Teo'cuğumun küçük bir anısı
A.İ. – Öyle pırıl pırıl bir Türkçeyle yaptınız hem de. Peki, zaman zaman size haksızlık yapıldığını düşündüğünüz dönemlerde filan isyan etmediniz mi? Ben Amerika’da olsaydım daha başarılı olurdum, daha güzel işler yapabilirdim dediğiniz zamanlar olmadı mı?
T.G. – Olmadı. Çünkü aslında pek o gibi durumlarla karşılaşmadım.
A.İ. – İşte, örneğin, İstanbul Üniversitesinde bir takım sorunlar yaşadınız mı?

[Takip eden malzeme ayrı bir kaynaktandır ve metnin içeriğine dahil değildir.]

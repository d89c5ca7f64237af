package layout

import (
	"bytes"
	"encoding/csv"
	"errors"
	"fmt"
	"io"
	"io/fs"
	"math"
	"os"
	"strings"

	"github.com/paulmach/orb"
	"go.yaml.in/yaml/v3"

	"arcwright/internal/geometry"
	"arcwright/internal/planner"
	"arcwright/internal/units"
)

var (
	asBuiltColumns  = []string{"id", "x", "y", "z", "base_x", "base_y"}
	asBuiltRequired = []string{"id", "x", "y", "z"}
	// exportOnly are the other columns of the station CSV that
	// 'arcwright plan --csv' writes: an edited copy of it is read as an
	// as-built file, its x_m … base_y_m columns in metres, the rest ignored.
	exportOnly = []string{"channel", "array", "kind", "height_m", "radius_m", "polar_deg", "polar_convention", "azimuth_deg",
		"stand", "aim", "status", "governing_point", "velocity_clearance_m", "hot_clearance_m", "wall_clearance_m", "reasons"}
)

// LoadAsBuilt reads the station positions measured after set-up from the
// CSV file at path, for planner.Request.AsBuilt; see [DecodeAsBuilt] for
// the format. req is the request decoded from the layout: a bare number is
// read in the layout's length unit (req.LengthUnit), and heights are
// checked against the cell's ceiling. A file that cannot be read gives an Errors value of one problem
// wrapping [ErrRead].
func LoadAsBuilt(path string, req *planner.Request) (map[string]planner.Placement, error) {
	data, err := os.ReadFile(path)
	if err != nil {
		msg := err.Error()
		var pe *fs.PathError
		if errors.As(err, &pe) {
			msg = pe.Err.Error()
		}
		return nil, Errors{{File: path, Msg: "cannot read the file: " + msg, kind: ErrRead, cause: err}}
	}
	return DecodeAsBuilt(path, data, req.LengthUnit, req.Cell.Ceiling)
}

// DecodeAsBuilt reads measured station positions from CSV data; name is
// used in messages. The first row is a header naming the columns, in any
// order: id, x, y, z (the microphone or probe tip, cell frame, z above the
// floor) and, optionally, base_x and base_y (the stand pole in plan).
// Lines starting with # are comments. Values take units ("1.25 m",
// "4 ft 2 in"); a bare number is in the unit bare (m, mm, cm, in or ft; ""
// means m). ceiling is the cell's ceiling height, m (+Inf for open sky).
//
// Each row gives one station ID's Placement, in metres; a row that leaves
// both base columns empty keeps Base nil (the planner derives the pole).
// IDs must be unique; whether they name stations of the plan is the
// planner's check. Like [Decode], it returns either the positions or an
// [Errors] value with every problem found, the Field of each being the
// column name.
//
// DecodeAsBuilt panics if bare is not one of "", m, mm, cm, in or ft
// (programmer misuse).
func DecodeAsBuilt(name string, data []byte, bare string, ceiling float64) (map[string]planner.Placement, error) {
	if bare == "" {
		bare = "m"
	}
	if !contains(lengthUnits, bare) {
		panic(fmt.Sprintf("layout: DecodeAsBuilt: bare unit %q is not one of %s", bare, oneOf(lengthUnits)))
	}
	d := &decoder{file: name, lenUnit: bare, sys: units.Metric}
	out := d.asBuilt(data, ceiling)
	if len(d.errs) > 0 {
		sortErrors(d.errs)
		return nil, d.errs
	}
	return out, nil
}

// asBuilt does the work of DecodeAsBuilt.
func (d *decoder) asBuilt(data []byte, ceiling float64) map[string]planner.Placement {
	r := csv.NewReader(bytes.NewReader(data))
	r.Comment = '#'
	r.TrimLeadingSpace = true
	r.FieldsPerRecord = -1 // short and long rows are reported here, with the column
	header, err := r.Read()
	if err != nil {
		if errors.Is(err, io.EOF) {
			d.errorf(ErrMissing, 0, "", "the file holds no header row; want id, x, y, z and optionally base_x, base_y")
		} else {
			d.csvError(err)
		}
		return nil
	}
	col, metres, ok := d.asBuiltHeader(header)
	if !ok {
		return nil
	}
	bare := d.lenUnit
	length := func(n *yaml.Node, c string) (float64, bool) {
		if d.lenUnit = bare; metres[c] {
			d.lenUnit = "m"
		}
		defer func() { d.lenUnit = bare }()
		return d.asBuiltLength(n, c)
	}
	ci := &cellInfo{cell: geometry.Cell{Ceiling: ceiling}, ceilingOK: !math.IsNaN(ceiling)}
	out := map[string]planner.Placement{}
	firstLine := map[string]int{}
	for {
		rec, err := r.Read()
		if errors.Is(err, io.EOF) {
			break
		}
		if err != nil {
			d.csvError(err)
			return nil
		}
		line, _ := r.FieldPos(0)
		if len(rec) > len(header) {
			d.errorf(ErrSyntax, line, "", "bad CSV: %d fields, but the header names %d columns", len(rec), len(header))
			continue
		}
		at := func(c string) *yaml.Node { // the cell of column c as a scalar node, for the quantity readers
			i, ok := col[c]
			if !ok {
				return nil
			}
			v := ""
			if i < len(rec) {
				v = strings.TrimSpace(rec[i])
			}
			return &yaml.Node{Kind: yaml.ScalarNode, Tag: "!!str", Value: v, Line: line}
		}
		id := at("id").Value
		if id == "" {
			d.errorf(ErrMissing, line, "id", "missing; want the station ID, such as A-01")
			continue
		}
		if first, dup := firstLine[id]; dup {
			d.errorf(ErrDuplicateName, line, "id", "station %q is already given at line %d", id, first)
			continue
		}
		firstLine[id] = line
		var p planner.Placement
		good := true
		coords := []*float64{&p.Mic.X, &p.Mic.Y, &p.Mic.Z}
		for i, c := range []string{"x", "y", "z"} {
			v, ok := length(at(c), c)
			if ok && c == "z" {
				ok = d.heightRange(ci, v, line, "z", "the station")
			}
			*coords[i], good = v, good && ok
		}
		if bx, by := at("base_x"), at("base_y"); bx != nil && (bx.Value != "" || by.Value != "") {
			x, okX := length(bx, "base_x")
			y, okY := length(by, "base_y")
			p.Base, good = &orb.Point{x, y}, good && okX && okY
		}
		if good {
			out[id] = p
		}
	}
	if len(firstLine) == 0 {
		d.errorf(ErrMissing, 0, "", "the file holds no positions; want one row per station after the header")
	}
	return out
}

// asBuiltHeader maps the column names of the header row to their index.
func (d *decoder) asBuiltHeader(header []string) (col map[string]int, metres map[string]bool, ok bool) {
	col, metres, ok = map[string]int{}, map[string]bool{}, true
	for i, h := range header {
		h = strings.ToLower(strings.TrimSpace(h))
		if base, cut := strings.CutSuffix(h, "_m"); cut && contains(asBuiltColumns, base) {
			h, metres[base] = base, true
		}
		switch {
		case contains(exportOnly, h):
			continue
		case !contains(asBuiltColumns, h):
			d.add(ErrUnknownKey, nil, 1, h, strings.Replace(unknownKeyMsg(h, "an as-built file", asBuiltColumns), "unknown key", "unknown column", 1))
			ok = false
		case has(col, h):
			d.errorf(ErrSyntax, 1, h, "column %q is given twice", h)
			ok = false
		default:
			col[h] = i
		}
	}
	for _, c := range asBuiltRequired {
		if !has(col, c) {
			d.errorf(ErrMissing, 1, c, "missing column; want id, x, y, z and optionally base_x, base_y")
			ok = false
		}
	}
	if has(col, "base_x") != has(col, "base_y") {
		d.errorf(ErrMissing, 1, "base_y", "give both base_x and base_y, or neither")
		ok = false
	}
	return col, metres, ok
}

// has reports whether the header has column c.
func has(col map[string]int, c string) bool { _, ok := col[c]; return ok }

// asBuiltLength reads a coordinate of an as-built row, m.
func (d *decoder) asBuiltLength(n *yaml.Node, field string) (float64, bool) {
	if n == nil {
		d.errorf(ErrMissing, 0, field, "missing; want a length")
		return 0, false
	}
	v, ok := d.length(n, field)
	if ok && math.Abs(v) > geometry.MaxCoord {
		d.errorf(ErrInvalid, n.Line, field, "%s is more than %s from the datum", d.fmtLen(v), d.fmtLen(geometry.MaxCoord))
		return v, false
	}
	return v, ok
}

// csvError records a CSV syntax error with its line.
func (d *decoder) csvError(err error) {
	var pe *csv.ParseError
	if errors.As(err, &pe) {
		d.add(ErrSyntax, err, pe.Line, "", "bad CSV: "+pe.Err.Error())
		return
	}
	d.add(ErrSyntax, err, 0, "", "bad CSV: "+err.Error())
}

T.G. – Bir tek Takiyettin Mengüşoğlu ile. Onun da benimle şahsen bir sorunu yoktu. Ben ona hiçbir zaman saygımı eksik etmedim. Ama o zâtın bana olan tavrı, öncelikle benim bazı hocalarımla olan probleminden kaynaklanıyordu. İkinci bir nedeni daha vardı. Modern
mantığı, sembolik mantığı sevmemesi; ancak, buna karşılık, bir mantıkçı olan Bruno von Freytag Löringhoff’a büyük bir yakınlık duyuyordu. O Löringhoff’la lojistik adı altında bir nevi modern mantığa savaş ilan etmişti.
A.İ. – Ama o da bir şey yapmıyor muydu yine modern mantığa benzeyen bir mantıkla?
T.G. – Evet, geometrik şemalar falan kullanıyordu.
A.İ. – Şemalarla evet.
T.G. – O kitapları gördüm ben, inceledim. Onun için mantığa karşı, yani modern mantığa karşı bir sözü vardı, “sembolik membolik anlamam.”
A.İ. – Öyle mi diyordu sembolik membolik?
T.G. – Benim böyle bir basit, beni engellemeyen bir durum dışında…[kimseyle problemim olmadı].
Söylenene göre Hüseyin Batuhan'ın Şato romanı bu gibi hikâyelerin farklı isimler ve temalarca işlendiği söylenir.